Пани Стишинская сдвинула свои насурьмленные брови.

— Пожалуйста, выражайся почтительнее, когда говоришь про светлейшего князя! Меншиков! Недостает, чтоб ты его назвала пирожником, как те, которых за это в застенках пытают да с вырванными языками и ноздрями в Сибирь ссылают! Эй, Лизаветка, опомнись! Опомнись, пока еще не поздно! У вас есть сын, ваша глупость может на нем отозваться. От меня поддержки не ждите, мне бы лишь себя от беды уберечь, а благодаря вам мой кредит пошатнулся при дворе и в высшем столичном обществе. Меня стали меньше бояться с тех пор, как светлейший ко мне изменился, и все это из-за вас!

— Что же нам делать, маменька? Домой вы нас не отпускаете, а здесь мы вам угодить не умеем…

— Ах, не притворяйся глупее, чем ты есть! Прекрасно ты понимаешь, что от тебя требуется! Который раз говорю я тебе, чтоб ты остерегалась, что цесаревна передает графу все, что ты ей напеваешь на его счет: что ей грешно и неприлично оказывать ему публично аттенцию, как фавориту, что мужем ее он никогда не может сделаться… А почему ты знаешь это? — вскричала она, все больше и больше раздражаясь собственными словами и притворною покорностью, с которою ее слушали. — Почему ты знаешь, что цесаревна не выйдет замуж за графа Бутурлина? Женился же ее отец на простой служанке? И служанка эта сделалась императрицей, и вся русская родовитая знать ручки у нее целовала и трепетала перед нею… Все может статься в такой варварской стране, как Россия, в которой и настоящей христианской веры нет… Это — не Польша, где католичество сохранилось во всей своей чистоте, где чтут святого отца как наместника Христа на земле… Ваша вера хамская, а наша благородная…

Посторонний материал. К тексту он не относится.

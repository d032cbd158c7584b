"""Tables (CSV, Parquet) and one JSON document for downstream systems; every file written atomically.

The JSON schema is documented in docs/outputs.md; bump :data:`SCHEMA_VERSION` on any change to it.
"""

from __future__ import annotations

import datetime as _dt
import json
import math
import os
import tempfile
from collections.abc import Callable, Mapping, Sequence
from pathlib import Path
from typing import Any

import numpy as np
import pandas as pd

from trimtab._validation import list_labels
from trimtab._version import __version__
from trimtab.attribution import RiskAttribution, compare_many
from trimtab.errors import InputError
from trimtab.report._stress import stress_frame, stress_records
from trimtab.report._content import CAUTION, gather, group_columns
from trimtab.report._relaxation import Unsolved, is_unsolved, split_subjects, unsolved

#: Version of the JSON document layout described in docs/outputs.md.
SCHEMA_VERSION = "1.1"
#: Table formats :func:`write_tables` can write.
TABLE_FORMATS = ("csv", "parquet")


# ---------------------------------------------------------------------- atomic writes
def atomic_write(path: Path, write: Callable[[Path], object]) -> Path:
    """Call ``write(temporary_path)`` in the target folder, then rename it over ``path``.

    A failure leaves no partial file behind and any earlier file at ``path`` untouched.
    """
    path = Path(path)
    if not path.parent.exists():
        raise InputError(f"report: folder does not exist: {path.parent}")
    fd, tmp_name = tempfile.mkstemp(prefix=f".{path.name}.", suffix=".tmp", dir=path.parent)
    os.close(fd)
    tmp = Path(tmp_name)
    # mkstemp creates the file private (0600); give the final file the usual mode under the umask.
    umask = os.umask(0)
    os.umask(umask)
    os.chmod(tmp, 0o666 & ~umask)
    try:
        write(tmp)
        os.replace(tmp, path)
    except BaseException:
        tmp.unlink(missing_ok=True)
        raise
    return path


def atomic_write_text(path: Path, text: str) -> Path:
    """Write ``text`` as UTF-8 to ``path`` through a temporary file."""
    return atomic_write(Path(path), lambda tmp: tmp.write_text(text, encoding="utf-8"))


# ---------------------------------------------------------------------- tables
def report_tables(subject: Any) -> dict[str, pd.DataFrame]:
    """The tables :func:`write_tables` writes, by file stem (see docs/outputs.md for each).

    A mapping name → result (a comparison) gives one table, ``comparison`` (:func:`comparison_table`).
    An ``InfeasibleError`` or ``SolverError`` gives one table, ``relaxation`` (raw numbers, in each
    limit's unit as the optimizer states it; empty for a solver failure).
    """
    if is_unsolved(subject):
        return {"relaxation": unsolved(subject).relaxation}
    if isinstance(subject, Mapping):
        return {"comparison": comparison_table(subject)}
    content = gather(subject)
    tables: dict[str, pd.DataFrame] = {"headline": content.headline}
    for prefix, attr in (("pre_trade", content.pre), ("post_trade", content.post)):
        if attr is None:
            continue
        stem = prefix if content.is_rebalance else "attribution"
        tables[f"{stem}_by_factor"] = attr.by_factor
        tables[f"{stem}_by_factor_group"] = attr.by_factor_group
        tables[f"{stem}_by_asset"] = attr.by_asset
        for column in group_columns(attr, content.scenario):
            tables[f"{stem}_by_{_stem(column)}"] = attr.by_group(column)
    if content.trades is not None:
        tables["trades"] = content.trades
    if content.trade_summary is not None:
        tables["trade_summary"] = content.trade_summary
    if content.constraints is not None:
        tables["constraints"] = content.constraints
    if content.objective is not None:
        tables["objective"] = content.objective.to_frame("value").rename_axis("term")
    if content.verification is not None:
        tables["verification"] = content.verification
    if (stress := stress_frame(subject)) is not None:
        tables["stress"] = stress
    return tables


def write_tables(
    subject: Any,
    out_dir: str | Path,
    formats: Sequence[str] = TABLE_FORMATS,
    *,
    file_format: str | None = None,
) -> list[Path]:
    """Write the report's tables as CSV and/or Parquet files into ``out_dir`` (created if missing).

    Parameters
    ----------
    subject : RebalanceResult, RiskAttribution, InfeasibleError, SolverError, or Mapping[str, any of them]
        An error writes its relaxation table only; a mapping (a comparison) writes
        ``comparison.<format>``, every scenario with its status.
    out_dir : str or Path
    formats : sequence of {"csv", "parquet"}
    file_format : {"csv", "parquet"}, optional
        One format; when given it replaces ``formats``.

    Returns
    -------
    list of Path
        The files written, ``<table>.<format>`` per table of :func:`report_tables`.

    Raises
    ------
    InputError
        If a format is unknown, ``out_dir`` is a file, or ``subject`` cannot be reported on.
    """
    if file_format is not None:
        formats = (file_format,)
    if isinstance(formats, str):
        formats = (formats,)
    unknown = [f for f in formats if f not in TABLE_FORMATS]
    if unknown or not formats:
        raise InputError(
            f"write_tables: formats must be among {', '.join(TABLE_FORMATS)}, got {list_labels(unknown) or 'none'}"
        )
    out = Path(out_dir)
    if out.exists() and not out.is_dir():
        raise InputError(f"write_tables: out_dir is a file, expected a folder: {out}")
    tables = report_tables(subject)
    out.mkdir(parents=True, exist_ok=True)
    written = []
    for stem, table in tables.items():
        for fmt in formats:
            target = out / f"{stem}.{fmt}"
            # atomic_write calls the writer before returning, so the closures see this loop's table.
            if fmt == "csv":
                atomic_write(target, lambda tmp: table.to_csv(tmp))
            else:
                atomic_write(target, lambda tmp: _parquet_ready(table).to_parquet(tmp))
            written.append(target)
    return written


def _stem(label: str) -> str:
    """A file-name-safe version of an attribute name."""
    return "".join(ch if ch.isalnum() or ch in "-_" else "_" for ch in label.lower())


def _parquet_ready(table: pd.DataFrame) -> pd.DataFrame:
    """Object columns of mixed types become strings, so Parquet's typed columns accept them."""
    out = table.copy()
    for column in out.columns:
        if out[column].dtype == object:
            kinds = {type(v) for v in out[column].dropna()}
            if len(kinds) > 1:
                out[column] = out[column].map(lambda v: v if v is None else str(v))
    return out


# ---------------------------------------------------------------------- JSON
def report_document(subject: Any) -> dict[str, Any]:
    """The JSON document of :func:`write_json` as plain Python objects (NaN → None)."""
    if is_unsolved(subject):
        return _unsolved_document(unsolved(subject))
    if isinstance(subject, Mapping):
        return _comparison_document(subject)
    content = gather(subject)
    budget = content.risk_budget
    document: dict[str, Any] = {
        "schema_version": SCHEMA_VERSION,
        "document": "trimtab.report",
        "kind": content.kind,
        "generated_by": {"package": "trimtab", "version": __version__},
        "created_utc": _dt.datetime.now(_dt.UTC).strftime("%Y-%m-%dT%H:%M:%SZ"),
        "cautions": [CAUTION],
        "run": content.run or None,
        "risk_budget": None
        if budget is None
        else {"name": budget.name, "cap": budget.cap, "pre": budget.pre, "post": budget.post, "used": budget.used},
        "relaxation": None,
        "headline": _records(content.headline, "figure"),
        "attribution": {
            "pre_trade": _attribution_document(content.pre, content.scenario),
            "post_trade": _attribution_document(content.post, content.scenario),
        },
        "trades": _records(content.trades, "asset"),
        "trade_summary": _records(content.trade_summary, None),
        "constraints": _records(content.constraints, None),
        "objective": None if content.objective is None else dict(content.objective.items()),
        "verification": _records(content.verification, None),
        "stress": stress_records(subject),
        "provenance": content.provenance,
        "scenario": content.scenario,
    }
    return _plain(document)


def comparison_table(subjects: Mapping[str, Any]) -> pd.DataFrame:
    """After-trade headline figures, one column per scenario, below a ``status`` row.

    A scenario given as an ``InfeasibleError`` or ``SolverError`` keeps its column: status
    ``infeasible`` or ``solver failure``, figures NaN. Solved ones have status ``solved``.

    Raises
    ------
    InputError
        If the mapping is empty or a value is neither an error nor a result with an attribution.
    """
    if not isinstance(subjects, Mapping) or not subjects:
        raise InputError("report: expected a non-empty mapping scenario name → rebalance result or attribution")
    solved, failed = split_subjects(subjects)
    names = [str(name) for name in subjects]
    try:
        figures = compare_many(solved) if solved else pd.DataFrame(index=pd.Index([], name="figure"))
    except InputError as err:
        raise InputError(f"report: {str(err).removeprefix('compare_many: ')}") from None
    figures = figures.reindex(columns=names)
    status = pd.DataFrame([[failed[n].status if n in failed else "solved" for n in names]], index=["status"], columns=names)
    table = pd.concat([status, figures.astype(object)])
    table.index.name = "figure"
    return table


def _comparison_document(subjects: Mapping[str, Any]) -> dict[str, Any]:
    """Several scenarios: the status and figures side by side, and each scenario's own document."""
    table = comparison_table(subjects)
    document: dict[str, Any] = {
        "schema_version": SCHEMA_VERSION,
        "document": "trimtab.comparison",
        "generated_by": {"package": "trimtab", "version": __version__},
        "created_utc": _dt.datetime.now(_dt.UTC).strftime("%Y-%m-%dT%H:%M:%SZ"),
        "cautions": [CAUTION],
        "status": dict(table.loc["status"].items()),
        "comparison": _records(table.drop(index="status"), "figure"),
        "scenarios": {str(name): report_document(value) for name, value in subjects.items()},
    }
    return _plain(document)


def _unsolved_document(failure: Unsolved) -> dict[str, Any]:
    """The document of a scenario that did not solve: its status, message and relaxation rows."""
    document: dict[str, Any] = {
        "schema_version": SCHEMA_VERSION,
        "document": "trimtab.report",
        "kind": "infeasible" if failure.status == "infeasible" else "solver_failure",
        "generated_by": {"package": "trimtab", "version": __version__},
        "created_utc": _dt.datetime.now(_dt.UTC).strftime("%Y-%m-%dT%H:%M:%SZ"),
        "cautions": [CAUTION],
        "run": {"status": failure.status, "message": failure.message},
        "risk_budget": None,
        "conflict": list(failure.conflict),
        "relaxation": _records(failure.relaxation, None),
        "headline": [],
        "attribution": {"pre_trade": None, "post_trade": None},
        "trades": None,
        "trade_summary": None,
        "constraints": None,
        "objective": None,
        "verification": None,
        "provenance": {},
        "scenario": {},
    }
    return _plain(document)


def write_json(subject: Any, path: str | Path) -> Path:
    """Write the report as one JSON document (schema in docs/outputs.md, with ``schema_version``).

    Parameters
    ----------
    subject : RebalanceResult, RiskAttribution, InfeasibleError, SolverError, or Mapping[str, any of them]
        An error gives a document of kind ``infeasible`` (with its ``relaxation`` rows, raw numbers)
        or ``solver_failure``. A mapping name → subject gives one ``trimtab.comparison`` document:
        every scenario's status, the headline figures side by side and each scenario's own document
        (schema :data:`~trimtab.report.COMPARISON_SCHEMA`).
    path : str or Path
        Written under a temporary name, then renamed.

    Returns
    -------
    Path

    Raises
    ------
    InputError
        If ``subject`` cannot be reported on or the folder does not exist.
    """
    text = json.dumps(report_document(subject), indent=2, allow_nan=False, ensure_ascii=False)
    return atomic_write_text(Path(path), text + "\n")


def _attribution_document(attr: RiskAttribution | None, scenario: Mapping[str, Any]) -> dict[str, Any] | None:
    if attr is None:
        return None
    return {
        "kind": attr.kind,
        "periods_per_year": attr.periods_per_year,
        "is_zero_risk": attr.is_zero_risk,
        "figures": dict(attr.headline().items()),
        "by_factor": _records(attr.by_factor, "factor"),
        "by_factor_group": _records(attr.by_factor_group, "group"),
        "by_asset": _records(attr.by_asset, "asset"),
        "by_attribute": {column: _records(attr.by_group(column), "group") for column in group_columns(attr, scenario)},
    }


def _records(table: pd.DataFrame | None, index_name: str | None) -> list[dict[str, Any]] | None:
    if table is None:
        return None
    frame = table.reset_index(names=index_name) if index_name is not None else table.reset_index(drop=True)
    return frame.to_dict(orient="records")


def _plain(value: Any) -> Any:
    """JSON-ready: NaN/inf → None, numpy scalars → Python, timestamps → ISO text, others → str."""
    if isinstance(value, Mapping):
        return {str(k): _plain(v) for k, v in value.items()}
    if isinstance(value, (list, tuple)):
        return [_plain(v) for v in value]
    if value is None or isinstance(value, (bool, str)):
        return value
    if isinstance(value, (np.bool_,)):
        return bool(value)
    if isinstance(value, (int, np.integer)):
        return int(value)
    if isinstance(value, (float, np.floating)):
        return float(value) if math.isfinite(value) else None
    if isinstance(value, (pd.Timestamp, _dt.datetime, _dt.date)):
        return value.isoformat()
    if isinstance(value, np.ndarray):
        return [_plain(v) for v in value.tolist()]
    if value is pd.NA or value is pd.NaT:
        return None
    return str(value)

Лизавета невольно подняла глаза на перегородку, за которой Ермилыч слушал эту кощунственную речь ренегатки, и ей стало так стыдно дозволять, чтоб в ее присутствии поносили святую русскую веру, в которой она родилась и воспитывалась, к которой принадлежали ее муж с сыном и все дорогие и близкие ей люди, что она попросила мать прекратить этот разговор.

— Вы знаете, маменька, как мне больно, когда вы нападаете на мою веру… Ведь я же вас не упрекаю в том, что вы перешли в католичество.

— Разве можно сравнивать? Католическая вера — самая святая и правильная… Ну, да тебя в этом не убедишь, да и не нужно; можно, и оставаясь в холопской вере, отлично устроить свою жизнь. Я ведь тоже недавно в католичество перешла, а посмотри, сколько у меня прекрасных вещей и какое хорошенькое состояние я себе приобрела благодаря тому, что характер у меня веселый, общительный и я умею нравиться людям. А тебя с мужем и любят, да ничего тебе не дарят, и все потому, что ты не умеешь сделаться нужной… Цесаревна уверена, что ты и без подарков ей будешь предана, как собака, граф Бутурлин убежден, что ничем тебя не подкупишь, — что же тут хорошего? И муж твой такой же чудак. Вашему сыну и помянуть-то вас будет нечем, хорошо, что у вас он один и что не надо вам приданого готовить дочерям… Кстати о деньгах. Ведь я, собственно, зашла к тебе сегодня, чтоб занять у тебя червонцев двадцать. У царя, наверное, будут играть, а я всегда проигрываю, когда у меня нет порядочной суммы в кармане… Сейчас перед тем, как к тебе прийти, я просила графа Александра Борисовича ссудить мне эту сумму, но на этот раз он не захотел меня выручить. Зачем, говорит, буду я вам делать одолжения, когда ваша дочь мне делает постоянно неприятности? Он это сказал как будто в шутку, но тем не менее я не могла не видеть, что он очень сердит на тебя, потому что все-таки денег мне не дал…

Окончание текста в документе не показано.